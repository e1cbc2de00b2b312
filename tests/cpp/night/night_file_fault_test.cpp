// Night file writes under faults: a full disk and a read-only file system give one clear error,
// leave nothing at the output path and let the process exit normally (HDF5 keeps no file open
// for its exit handler).
//
// Each case runs in a child process with its own mount namespace holding a small tmpfs, so the
// fault is real (ENOSPC, EROFS) and nothing outside the child sees it. Needs the privilege to
// create a mount namespace (root, as in CI); skipped otherwise.
#include <gtest/gtest.h>
#include <sched.h>
#include <sys/mount.h>
#include <sys/wait.h>
#include <unistd.h>

#include <cmath>
#include <cstdlib>
#include <filesystem>
#include <functional>
#include <string>

#include "wvr/wvr.hpp"

namespace wvr {
namespace {

namespace fs = std::filesystem;

constexpr int kNoNamespace = 77;

struct ChildOutcome {
  bool skipped = false;
  bool exited_normally = false;
  int exit_code = -1;
  int signal = 0;
  std::string message;
};

// Runs `body(directory)` in a child with `directory` a fresh tmpfs mounted with `options`;
// the child reports the message of any wvr::Error and then exits through exit(), which runs
// HDF5's exit handler.
ChildOutcome run_on_tmpfs(const std::string& options,
                          const std::function<void(const fs::path&)>& body) {
  const fs::path directory =
      fs::temp_directory_path() / ("wvr-fault-" + std::to_string(::getpid()));
  fs::create_directories(directory);
  int pipe_fds[2];
  if (::pipe(pipe_fds) != 0) return {};
  const pid_t child = ::fork();
  if (child == 0) {
    ::close(pipe_fds[0]);
    if (::unshare(CLONE_NEWNS) != 0 ||
        ::mount(nullptr, "/", nullptr, MS_REC | MS_PRIVATE, nullptr) != 0 ||
        ::mount("tmpfs", directory.c_str(), "tmpfs", 0, options.c_str()) != 0) {
      ::_exit(kNoNamespace);
    }
    std::string message;
    try {
      body(directory);
      message = "(no error)";
    } catch (const Error& e) {
      message = e.what();
    }
    // Anything left in the directory besides what the body made is reported too.
    for (const auto& entry : fs::directory_iterator(directory)) {
      message += "\nleft behind: " + entry.path().filename().string();
    }
    [[maybe_unused]] const auto written = ::write(pipe_fds[1], message.data(), message.size());
    ::close(pipe_fds[1]);
    std::exit(0);
  }
  ::close(pipe_fds[1]);
  ChildOutcome outcome;
  char buffer[4096];
  ssize_t n = 0;
  while ((n = ::read(pipe_fds[0], buffer, sizeof buffer)) > 0) {
    outcome.message.append(buffer, static_cast<std::size_t>(n));
  }
  ::close(pipe_fds[0]);
  int status = 0;
  ::waitpid(child, &status, 0);
  fs::remove_all(directory);
  outcome.exited_normally = WIFEXITED(status);
  if (WIFEXITED(status)) outcome.exit_code = WEXITSTATUS(status);
  if (WIFSIGNALED(status)) outcome.signal = WTERMSIG(status);
  outcome.skipped = outcome.exited_normally && outcome.exit_code == kNoNamespace;
  return outcome;
}

Night night_of(std::size_t antennas, std::size_t times) {
  Night night;
  night.time_epoch_utc = "2031-03-14T00:00:00Z";
  for (std::size_t a = 0; a < antennas; ++a) {
    night.array.antenna_names.push_back("A" + std::to_string(a));
    night.array.position_enu_m.push_back({10.0 * static_cast<double>(a), 0.0, 0.0});
    night.array.radiometer_ids.push_back("r" + std::to_string(a));
  }
  night.radiometer.config =
      load_radiometer_config(fs::path(WVR_TESTDATA_DIR) / "radiometers" / "demo-183-dsb.toml");
  const std::size_t channels = night.radiometer.config.channels.size();
  for (std::size_t t = 0; t < times; ++t) night.radiometer.time_s.push_back(static_cast<double>(t));
  // Values that do not compress: the file must really need the space.
  std::uint64_t state = 88172645463325252ull;
  auto next = [&] {
    state ^= state << 13;
    state ^= state >> 7;
    state ^= state << 17;
    return static_cast<double>(state % 1000000) * 1e-4;
  };
  for (std::size_t i = 0; i < antennas * times; ++i) {
    night.radiometer.valid.push_back(1);
    for (std::size_t c = 0; c < channels; ++c) night.radiometer.brightness_k.push_back(20 + next());
    night.pointing.elevation_deg.push_back(40.0 + 0.4 * next());
    night.pointing.azimuth_deg.push_back(3.0 * next());
  }
  return night;
}

TEST(NightFileFaults, FullDiskIsNamedAndTheProcessExitsCleanly) {
  const Night night = night_of(4, 20000);  // a few MB, on a 256 KiB file system
  const ChildOutcome outcome = run_on_tmpfs(
      "size=256k", [&](const fs::path& directory) { write_night(night, directory / "night.h5"); });
  if (outcome.skipped) GTEST_SKIP() << "no mount namespace (needs root)";
  EXPECT_TRUE(outcome.exited_normally) << "killed by signal " << outcome.signal;
  EXPECT_EQ(outcome.exit_code, 0);
  EXPECT_NE(outcome.message.find("night.h5: cannot be written: no space left on device"),
            std::string::npos)
      << outcome.message;
  EXPECT_EQ(outcome.message.find("left behind"), std::string::npos) << outcome.message;
}

TEST(NightFileFaults, FullDiskWhileAddingResultsLeavesTheInputAlone) {
  const Night night = night_of(2, 2000);
  const ChildOutcome outcome = run_on_tmpfs("size=512k", [&](const fs::path& directory) {
    write_night(night, directory / "input.h5");
    ResultGroup group;
    group.stage = "big";
    std::vector<double> values(2 * 60000);
    for (std::size_t i = 0; i < values.size(); ++i) values[i] = std::sin(static_cast<double>(i));
    group.datasets.push_back({"values", {2, 60000}, values, "m", {}});
    try {
      add_result_group(directory / "input.h5", directory / "output.h5", group);
    } catch (const Error&) {
      read_night(directory / "input.h5");  // still whole
      fs::remove(directory / "input.h5");
      throw;
    }
  });
  if (outcome.skipped) GTEST_SKIP() << "no mount namespace (needs root)";
  EXPECT_TRUE(outcome.exited_normally) << "killed by signal " << outcome.signal;
  EXPECT_NE(outcome.message.find("output.h5: cannot be written: no space left on device"),
            std::string::npos)
      << outcome.message;
  EXPECT_EQ(outcome.message.find("left behind"), std::string::npos) << outcome.message;
}

TEST(NightFileFaults, ReadOnlyFileSystemIsNamed) {
  const Night night = night_of(2, 100);
  const ChildOutcome outcome = run_on_tmpfs(
      "size=1m,ro", [&](const fs::path& directory) { write_night(night, directory / "night.h5"); });
  if (outcome.skipped) GTEST_SKIP() << "no mount namespace (needs root)";
  EXPECT_TRUE(outcome.exited_normally) << "killed by signal " << outcome.signal;
  EXPECT_NE(outcome.message.find("night.h5"), std::string::npos) << outcome.message;
  EXPECT_NE(outcome.message.find("Read-only file system"), std::string::npos) << outcome.message;
}

}  // namespace
}  // namespace wvr
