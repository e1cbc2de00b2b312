// Simulated array layouts and the source track.
#include "wvr/array_layout.hpp"

#include <gtest/gtest.h>

#include <cmath>

#include "wvr/error.hpp"
#include "wvr/source_track.hpp"

namespace wvr {
namespace {

void baseline_range(const std::vector<std::array<double, 3>>& p,
                    double& shortest,
                    double& longest) {
  shortest = 1e300;
  longest = 0.0;
  for (std::size_t i = 0; i < p.size(); ++i) {
    for (std::size_t j = i + 1; j < p.size(); ++j) {
      const double d = std::hypot(p[i][0] - p[j][0], p[i][1] - p[j][1]);
      shortest = std::min(shortest, d);
      longest = std::max(longest, d);
    }
  }
}

TEST(ArrayLayout, GeneratorsHonourCountAndSpacing) {
  for (LayoutKind kind : {LayoutKind::kCompact, LayoutKind::kExtended, LayoutKind::kRandom}) {
    for (int n : {8, 40, 80}) {
      ArrayLayoutSpec spec;
      spec.kind = kind;
      spec.antenna_count = n;
      spec.min_spacing_m = 15.0;
      spec.radius_m = 3000.0;
      const auto p = make_array_layout(spec, 11);
      ASSERT_EQ(p.size(), static_cast<std::size_t>(n));
      double shortest, longest;
      baseline_range(p, shortest, longest);
      EXPECT_GE(shortest, 15.0 * 0.98) << to_string(kind) << " " << n;
      if (kind == LayoutKind::kExtended) {
        EXPECT_LT(shortest, 60.0);   // short baselines for the thick regime
        EXPECT_GT(longest, 4000.0);  // several km
      }
      EXPECT_EQ(make_array_layout(spec, 11), p);  // deterministic
    }
  }
}

TEST(ArrayLayout, RejectsBadSpecs) {
  ArrayLayoutSpec spec;
  spec.antenna_count = 1;
  EXPECT_THROW(spec.validate(), InvalidInput);
  spec.antenna_count = 80;
  spec.radius_m = 50.0;
  spec.kind = LayoutKind::kRandom;
  EXPECT_THROW(spec.validate(), InvalidInput);
  spec.kind = LayoutKind::kExplicit;
  spec.explicit_enu_m = {{0, 0, 0}, {std::nan(""), 0, 0}};
  EXPECT_THROW(spec.validate(), InvalidInput);
  EXPECT_THROW(layout_kind_from_string("spiral"), InvalidInput);
}

TEST(SourceTrack, TransitAndPole) {
  // A source at the observer's latitude transits at the zenith.
  EXPECT_NEAR(source_position(-24.0, {-24.0, 0.0}, 0.0).elevation_deg, 90.0, 1e-9);
  // At transit, a source north of the zenith (southern observer) is due north.
  const HorizonPosition p = source_position(-24.0, {10.0, 0.0}, 0.0);
  EXPECT_NEAR(p.elevation_deg, 90.0 - 34.0, 1e-9);
  EXPECT_NEAR(p.azimuth_deg, 0.0, 1e-9);
  // Rising (negative hour angle) in the east, setting in the west; the elevation after one
  // sidereal hour from H = -1 h equals that at transit.
  EXPECT_GT(source_position(-24.0, {-30.0, -2.0}, 0.0).azimuth_deg, 0.0);
  EXPECT_LT(source_position(-24.0, {-30.0, -2.0}, 0.0).azimuth_deg, 180.0);
  EXPECT_NEAR(source_position(-24.0, {-30.0, -1.0}, 3590.17).elevation_deg,
              source_position(-24.0, {-30.0, 0.0}, 0.0).elevation_deg, 1e-3);
}

}  // namespace
}  // namespace wvr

-- Problem to work on --
Scan the entries above for the word "with" and collect each line holding it.

-- Output for this task --
// Each case runs in a child process with its own mount namespace holding a small tmpfs, so the
// Runs `body(directory)` in a child with `directory` a fresh tmpfs mounted with `options`;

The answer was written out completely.